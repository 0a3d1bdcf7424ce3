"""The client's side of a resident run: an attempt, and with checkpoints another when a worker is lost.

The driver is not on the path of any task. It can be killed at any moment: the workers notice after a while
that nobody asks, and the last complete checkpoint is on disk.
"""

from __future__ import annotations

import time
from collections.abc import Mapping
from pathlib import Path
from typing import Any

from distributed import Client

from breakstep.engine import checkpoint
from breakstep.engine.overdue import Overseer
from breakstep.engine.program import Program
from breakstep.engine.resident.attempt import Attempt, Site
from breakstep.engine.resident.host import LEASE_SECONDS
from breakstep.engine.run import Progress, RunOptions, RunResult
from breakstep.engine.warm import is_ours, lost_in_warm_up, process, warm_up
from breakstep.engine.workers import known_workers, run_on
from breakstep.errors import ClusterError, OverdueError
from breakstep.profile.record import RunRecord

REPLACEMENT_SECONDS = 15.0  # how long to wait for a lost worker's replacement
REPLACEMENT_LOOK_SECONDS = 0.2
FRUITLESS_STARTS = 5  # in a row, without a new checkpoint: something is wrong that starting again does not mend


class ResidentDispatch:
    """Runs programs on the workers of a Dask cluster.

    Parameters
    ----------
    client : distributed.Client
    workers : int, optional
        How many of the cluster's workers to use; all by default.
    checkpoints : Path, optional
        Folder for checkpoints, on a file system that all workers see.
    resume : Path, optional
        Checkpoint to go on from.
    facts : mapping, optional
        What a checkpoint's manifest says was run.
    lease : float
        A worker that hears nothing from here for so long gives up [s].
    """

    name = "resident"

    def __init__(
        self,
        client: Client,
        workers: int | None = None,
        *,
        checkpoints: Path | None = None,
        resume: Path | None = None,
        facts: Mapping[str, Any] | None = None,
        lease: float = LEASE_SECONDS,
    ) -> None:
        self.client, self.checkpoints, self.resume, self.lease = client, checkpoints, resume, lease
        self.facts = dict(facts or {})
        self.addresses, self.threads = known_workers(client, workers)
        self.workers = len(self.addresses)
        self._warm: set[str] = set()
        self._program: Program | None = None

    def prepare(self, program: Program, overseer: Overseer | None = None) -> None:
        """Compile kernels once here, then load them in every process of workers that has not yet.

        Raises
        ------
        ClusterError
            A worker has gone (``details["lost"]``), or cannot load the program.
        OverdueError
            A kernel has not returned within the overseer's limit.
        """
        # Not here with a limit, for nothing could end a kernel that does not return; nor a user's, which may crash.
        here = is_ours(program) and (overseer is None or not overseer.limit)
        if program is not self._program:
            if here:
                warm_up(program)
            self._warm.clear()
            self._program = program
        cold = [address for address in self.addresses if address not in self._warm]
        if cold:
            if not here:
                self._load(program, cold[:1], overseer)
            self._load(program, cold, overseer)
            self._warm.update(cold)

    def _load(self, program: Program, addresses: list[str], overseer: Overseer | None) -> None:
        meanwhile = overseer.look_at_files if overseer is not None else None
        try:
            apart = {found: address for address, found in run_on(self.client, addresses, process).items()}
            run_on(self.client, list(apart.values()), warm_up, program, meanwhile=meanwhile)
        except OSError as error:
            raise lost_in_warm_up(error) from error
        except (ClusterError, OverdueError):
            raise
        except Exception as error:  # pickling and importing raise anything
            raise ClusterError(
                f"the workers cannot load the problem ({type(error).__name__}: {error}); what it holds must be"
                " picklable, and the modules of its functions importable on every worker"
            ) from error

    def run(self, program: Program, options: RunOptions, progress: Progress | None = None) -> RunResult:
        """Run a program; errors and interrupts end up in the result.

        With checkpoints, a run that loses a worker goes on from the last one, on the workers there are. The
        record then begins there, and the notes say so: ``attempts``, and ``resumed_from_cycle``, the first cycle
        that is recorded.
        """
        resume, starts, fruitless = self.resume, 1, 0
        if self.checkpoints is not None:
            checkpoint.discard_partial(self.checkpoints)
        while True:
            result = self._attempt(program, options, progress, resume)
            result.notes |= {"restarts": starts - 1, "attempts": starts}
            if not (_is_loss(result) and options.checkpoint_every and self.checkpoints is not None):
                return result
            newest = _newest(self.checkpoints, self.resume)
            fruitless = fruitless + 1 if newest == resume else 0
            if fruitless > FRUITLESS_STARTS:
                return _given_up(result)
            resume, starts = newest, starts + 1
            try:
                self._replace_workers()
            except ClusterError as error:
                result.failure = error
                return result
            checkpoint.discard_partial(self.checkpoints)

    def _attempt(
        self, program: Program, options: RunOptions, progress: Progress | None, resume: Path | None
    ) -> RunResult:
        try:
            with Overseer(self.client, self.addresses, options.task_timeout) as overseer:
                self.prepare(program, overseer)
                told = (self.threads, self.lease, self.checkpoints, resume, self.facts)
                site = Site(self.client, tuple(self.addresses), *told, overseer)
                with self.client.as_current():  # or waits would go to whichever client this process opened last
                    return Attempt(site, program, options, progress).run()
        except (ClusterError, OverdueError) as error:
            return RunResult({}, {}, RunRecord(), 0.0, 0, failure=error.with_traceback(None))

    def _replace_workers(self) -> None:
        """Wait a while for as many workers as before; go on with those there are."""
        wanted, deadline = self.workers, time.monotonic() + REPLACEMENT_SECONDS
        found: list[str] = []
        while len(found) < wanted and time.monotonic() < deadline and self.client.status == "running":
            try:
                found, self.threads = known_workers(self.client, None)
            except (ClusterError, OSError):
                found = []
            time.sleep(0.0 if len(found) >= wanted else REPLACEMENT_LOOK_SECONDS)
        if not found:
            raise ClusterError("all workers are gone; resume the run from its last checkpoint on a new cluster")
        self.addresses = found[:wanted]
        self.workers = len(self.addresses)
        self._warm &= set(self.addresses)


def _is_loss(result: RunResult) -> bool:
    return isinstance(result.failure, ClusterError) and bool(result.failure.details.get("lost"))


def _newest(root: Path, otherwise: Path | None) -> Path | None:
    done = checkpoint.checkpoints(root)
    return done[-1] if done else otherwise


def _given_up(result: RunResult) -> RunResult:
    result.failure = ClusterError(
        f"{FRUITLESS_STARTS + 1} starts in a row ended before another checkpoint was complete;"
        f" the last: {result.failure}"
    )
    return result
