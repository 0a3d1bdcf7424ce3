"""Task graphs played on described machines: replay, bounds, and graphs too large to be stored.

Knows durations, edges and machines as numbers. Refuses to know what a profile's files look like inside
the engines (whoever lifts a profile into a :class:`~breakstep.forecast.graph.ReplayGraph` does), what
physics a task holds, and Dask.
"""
##########
For this task, write out exactly the lines of the entries above, starting at the line with "workers : int, optional" and ending at the line with "self._program: Program | None = None", both included, and no others.

SOLVED PROBLEM:
    workers : int, optional
        How many of the cluster's workers to use; all by default.
    checkpoints : Path, optional
        Folder for checkpoints, on a file system that all workers see.
    resume : Path, optional
        Checkpoint to go on from.
    facts : mapping, optional
        What a checkpoint's manifest says was run.
    lease : float
        A worker that hears nothing from here for so long gives up [s].
    """

    name = "resident"

    def __init__(
        self,
        client: Client,
        workers: int | None = None,
        *,
        checkpoints: Path | None = None,
        resume: Path | None = None,
        facts: Mapping[str, Any] | None = None,
        lease: float = LEASE_SECONDS,
    ) -> None:
        self.client, self.checkpoints, self.resume, self.lease = client, checkpoints, resume, lease
        self.facts = dict(facts or {})
        self.addresses, self.threads = known_workers(client, workers)
        self.workers = len(self.addresses)
        self._warm: set[str] = set()
        self._program: Program | None = None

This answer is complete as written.